Installation#


Quickstart#

The library can be installed directly from GitHub. This should take approximately 2-4 minutes.

Lite version:

pip install -q "file_processing @ git+https://github.com/hc-sc-ocdo-bdpd/file-processing-tools.git"

Full version:

pip install -q "file_processing[full] @ git+https://github.com/hc-sc-ocdo-bdpd/file-processing-tools.git"

Developer version:

pip install -q "file_processing[developer,full] @ git+https://github.com/hc-sc-ocdo-bdpd/file-processing-tools.git"

An alternative option is downloading the dist/*.whl file from GitHub and installing this via pip install <path/to/whl/file>.

It is not yet possible to directly install the library through pypi as the project is in pre-release.


Additional Dependencies#

This project uses Tesseract for OCR and ffmpeg for transcription. Note that these are not hard requirements as OCR and transcription are configurable by the use_ocr and use_transcription parameters.

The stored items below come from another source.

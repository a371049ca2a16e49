import { mkdtemp, rm } from "node:fs/promises";
import os from "node:os";
import path from "node:path";
import { logProblems, noSuchList, type Plan, type PlanSource, type Problem } from "../plan/index.ts";
import { openDuckdb } from "./duckdb.ts";
import { type Engine, wholeOrNull } from "./engine.ts";
import { isFile, neighbours } from "./files.ts";
import { type Layout, layout as layoutOf, unitLineIds } from "./layout.ts";
import { facts, ledger, rowsPerFile } from "./ledger.ts";
import { levels } from "./levels.ts";
import { readLists } from "./lists.ts";
import { logEnd } from "./logEnd.ts";
import { metricLedgers, refuseOtherCounts } from "./metricLedger.ts";
import { type MetricValue, metricCells, metricValues } from "./metrics.ts";
import { type OpenLog, openLog } from "./open.ts";
import { inputFingerprints, readRows, refuseChanged, refuseWithoutRows } from "./readRows.ts";
import { writeRejects } from "./rejects.ts";
import { hoursOfLog, hoursOfUnits } from "./rowsByHour.ts";
import { openSession, type Session } from "./session.ts";
import { sinceEnrolment } from "./sinceEnrolment.ts";
import { soundness } from "./soundness.ts";
import {
  atEnrolment,
  candidates,
  copies,
  type Dialect,
  duckdb,
  enrolmentKey,
  enrolmentRange,
  enrolments,
  markDuplicates,
  matched,
  name,
  needsEnrollingRow,
  seen,
  timeRange,
  units,
} from "./sql/index.ts";
import type { Reduction } from "./types.ts";
import { type DayRun, dayAt, dayRuns, offsetsByLocalTime, type Step } from "./zone.ts";

export interface ReduceOptions {
  readonly threads?: number | undefined;
  readonly memory?: string | undefined;
  /** Where rejects.csv is to be written; nowhere without it. */
  readonly rejectsTo?: string | undefined;
  readonly progress?: ((progress: Progress) => void) | undefined;
  readonly signal?: AbortSignal | undefined;
}
export interface Progress {
  readonly stage: string;
  readonly rows: number;
  /** Of the whole work, roughly; null: not known. */
  readonly share: number | null;
}

/** The reduction of a log, without what can be asked afterwards. */
export const reduce = (planned: Plan | null, source: PlanSource, folder: string, options: ReduceOptions = {}) =>
  withReduction(planned, source, folder, options, async (_plan, reduction) => ({ reduction }));

/**
 * The log of a plan, reduced to cells and counts, while the engine still holds the units: what needs a figure of these
 * sums first (an adjusted value, an order statistic) is asked of the session.
 * @param planned the plan, or null where it has mistakes: then only the log's own problems are looked for
 * @returns what `use` gives, or what is wrong between plan and log
 * @throws UnusableLog when the log is there but cannot be used
 */
export function withReduction<T>(
  planned: Plan | null,
  source: PlanSource,
  folder: string,
  options: ReduceOptions,
  use: (plan: Plan, reduction: Reduction, session: Session) => Promise<T>,
): Promise<T | { problems: readonly Problem[] }> {
  return withLog(planned, source, folder, options, async (plan, opened) => {
    const { reduction, values } = await stages(plan, folder, opened, duckdb, options);
    return use(plan, reduction, openSession(plan, values, opened.engine, duckdb));
  });
}

/** An opened log, and the engine to read it with. */
export interface Opened {
  readonly log: OpenLog;
  readonly engine: Engine;
  /** For what is gone afterwards. */
  readonly workFolder: string;
}

/** Opens a plan's log, uses it and tidies up. @returns what `use` gives, or what is wrong between plan and log */
export async function withLog<T>(
  planned: Plan | null,
  source: PlanSource,
  folder: string,
  options: ReduceOptions,
  use: (plan: Plan, opened: Opened) => Promise<T>,
): Promise<T | { problems: readonly Problem[] }> {
  const workFolder = await mkdtemp(path.join(os.tmpdir(), "closeout-"));
  const engine = await openDuckdb({ threads: options.threads, memory: options.memory, workFolder });
  const stop = () => engine.interrupt();
  options.signal?.addEventListener("abort", stop);
  try {
    const log = await openLog(source, folder, engine, workFolder);
    const problems = [...log.problems, ...logProblems(source, log.found), ...(await missingLists(source, folder))];
    if (planned === null || problems.length > 0) return { problems };
    return await use(planned, { log, engine, workFolder });
  } finally {
    options.signal?.removeEventListener("abort", stop);
    engine.close();
    await rm(workFolder, { recursive: true, force: true });
  }
}

/** Stages 1 to 6: the rows read, their duplicates marked, and the units enrolled. */
export async function enrolUnits(
  plan: Plan,
  folder: string,
  { log, engine, workFolder }: Opened,
  dialect: Dialect,
  options: ReduceOptions,
) {
  const layout = layoutOf(plan, log.groups);
  let rowsRead = 0;
  const stage = (name: string, share: number) => {
    options.signal?.throwIfAborted();
    options.progress?.({ stage: name, rows: rowsRead, share });
  };
  stage("reading the log", 0);
  const prints = inputFingerprints(log);
  const fingerprints = Promise.all(prints);
  // A failure is met where it is awaited; until then it must not count as unhandled.
  fingerprints.catch(() => undefined);
  const zone = offsetsByLocalTime(plan.timezone);
  const groups = await readRows(plan, layout, log, zone, workFolder, engine, dialect, prints, options.signal);
  // A file that ends early is the cause, the missing rows are what comes of it: so the cause is told first.
  await refuseWithoutRows(log, layout, engine).catch(async (error: unknown) => {
    await fingerprints;
    throw error;
  });
  const perFile = await rowsPerFile(log.files.length, engine);
  rowsRead = perFile.reduce((sum, n) => sum + n, 0);
  const lists = await readLists(plan, layout, folder, workFolder, engine);

  if (layout.hasEventId) {
    stage("looking for duplicates", 0.5);
    await engine.run(copies(layout, dialect));
    await engine.run(markDuplicates());
  }
  stage("enrolling units", 0.65);
  const [range = {}] = await engine.query(timeRange());
  const firstUs = wholeOrNull(range, "first_us");
  const lastUs = wholeOrNull(range, "last_us");
  const span = {
    firstUs: wholeOrNull(range, "first_of_all_us") ?? 0n,
    lastUs: wholeOrNull(range, "last_of_all_us") ?? 0n,
  };
  const { spans, hours } = layout.hasTime ? await hoursOfLog(layout, span, engine) : { spans: [], hours: [] };
  const logEndUs = logEnd(spans);
  const key = enrolmentKey(plan, firstUs, lastUs);
  await engine.run(seen(plan, layout, key));
  if (needsEnrollingRow(layout)) await engine.run(atEnrolment(layout, key));
  await engine.run(enrolments(plan, layout, key, logEndUs));
  return {
    layout,
    zone,
    groups,
    lists,
    perFile,
    fingerprints,
    firstUs,
    lastUs,
    span,
    spans,
    hours,
    key,
    logEndUs,
    stage,
  };
}

async function stages(
  plan: Plan,
  folder: string,
  opened: Opened,
  dialect: Dialect,
  options: ReduceOptions,
): Promise<{ reduction: Reduction; values: MetricValue[] }> {
  const { log, engine } = opened;
  const enrolled = await enrolUnits(plan, folder, opened, dialect, options);
  const {
    layout,
    zone,
    groups,
    lists,
    perFile,
    fingerprints,
    firstUs,
    lastUs,
    span,
    spans,
    hours,
    key,
    logEndUs,
    stage,
  } = enrolled;
  stage("adding up each unit", 0.75);
  const subgroups = await levels(plan, layout, engine, dialect);
  const levelCodes = subgroups.map(({ code }) => code);
  const days = dayRuns(plan.timezone, firstUs ?? 0n, lastUs ?? 0n);
  const firstDay = await firstEnrolmentDay(plan, layout, days, engine);
  await engine.run(matched(plan, layout));
  await engine.run(candidates(plan, layout, days, firstDay, levelCodes, logEndUs, dialect));
  await engine.run(units());
  stage("adding up cells", 0.9);
  const values = await metricValues(plan, layout, engine, dialect);
  const groupings = { day: layout.hasTime ? name("day") : null, levels: subgroups.map((_, s) => name(`k${s}`)) };
  const { ledgers, counted } = await metricLedgers(plan, layout, engine);
  const { metrics, groups: grouped } = await metricCells(plan, values, groupings, counted, engine, dialect);
  const since = await sinceEnrolment(plan, layout, values, logEndUs, engine, dialect);
  const ofUnits = layout.hasTime ? await hoursOfUnits(plan, layout, span, engine) : [];
  const account = await ledger(plan, layout, ofUnits, engine);
  await refuseOtherCounts(plan, layout, ledgers, engine);
  const found = await facts(plan, layout, engine, logEndUs);
  const bySubgroup = subgroups.map((subgroup) => subgroup.found);
  const sound = await soundness(
    plan,
    { layout, key, days, levels: levelCodes, spans, hours, rowsOfUnits: ofUnits, span, logEndUs, account },
    found.enrolled,
    engine,
  );
  const prints = await fingerprints;
  if (options.rejectsTo !== undefined) {
    await writeRejects(options.rejectsTo, { plan, layout, files: log.files, groups, zone }, engine, dialect);
  }
  await refuseChanged(log);
  stage("done", 1);
  const reduction = {
    engine: { name: engine.name, version: engine.version },
    inputs: log.files.map((file, i) => ({
      name: file.name,
      bytes: prints[i]?.bytes ?? 0,
      sha256: prints[i]?.sha256 ?? "",
      rows: perFile[i] ?? 0,
    })),
    lists,
    ...account,
    facts: {
      ...found,
      subgroups: bySubgroup.slice(0, plan.subgroups.length),
      subgroupsAfterwards: bySubgroup.slice(plan.subgroups.length),
      soundness: sound,
    },
    metrics,
    groups: grouped.map((group, m) => ({ ...group, sinceEnrolment: since[m] ?? null })),
    metricLedgers: ledgers,
  };
  return { reduction, values };
}

/** The local day on which the first analysed unit was enrolled. */
async function firstEnrolmentDay(
  plan: Plan,
  layout: Layout,
  days: readonly Step<DayRun>[],
  engine: Engine,
): Promise<number | null> {
  if (!layout.hasTime) return null;
  const [range = {}] = await engine.query(enrolmentRange(unitLineIds(plan).length - 1));
  const firstUs = wholeOrNull(range, "first_us");
  return firstUs === null ? null : dayAt(firstUs, days);
}

async function missingLists(source: PlanSource, folder: string): Promise<Problem[]> {
  const problems = await Promise.all(
    source.lists.map(async ({ filter, file }) =>
      (await isFile(path.resolve(folder, file))) ? [] : [noSuchList(filter, file, await neighbours(file, folder))],
    ),
  );
  return problems.flat();
}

Tesseract: The recommended installation path is: C:/Users/USERNAME/AppData/Local/Programs/Tesseract-OCR/tesseract.exe (Windows) or /usr/bin/tesseract (Linux). See here for more details.

ffmpeg: This can be installed through PowerShell:

  1. Install scoop: iwr -useb get.scoop.sh | iex

  2. Install ffmpeg: scoop install ffmpeg

  3. It may be necessary to restart the IDE and computer after these installs have been completed


Optional Dependencies#


Runtime Optimization with GPU#

The audio to text transcription tool can be optimized if your computer supports CUDA, which is a special GPU tool. To toggle this, install the CUDA version of torch:

pip install --index-url https://download.pytorch.org/whl/cu118 torch==2.2.0

Optional Windows Dependencies#

To enable file owner information extraction on Windows, you should have the pywin32 library installed. However, this is not a mandatory dependency as the code will still run normally without pywin32.

Use the following command install pywin32:

pip install pywin32

Advanced: Installation for Developers#

Optional developer dependencies are defined in the developer_requirements.txt file. Once the library is cloned, these can be installed via pip install -r developer_requirements.txt or included when creating the venv.

The developer dependencies are listed below and are oriented around build, documentation, and testing capabilities.

wheel==0.40.0
pytest==7.4.0
pytest-order==1.2.0
sphinx==7.2.6
furo==2024.1.29
myst-parser==2.0.0
sphinx-inline-tabs==2023.4.21
ipywidgets==8.1.1
build==1.0.3

Advanced: Installing using Docker#

If you have Docker installed, then you can use it to automatically install all core and developer project dependencies. To do this, follow these 2 steps:

  1. Install the Remote Development (by Microsoft) extension in VSCode

  2. Build the container: View (a tab at the top of the screen) > Command Palette > Dev Containers: Rebuild and Reopen in Container

Note: This does not install GPU and Windows-exclusive dependencies.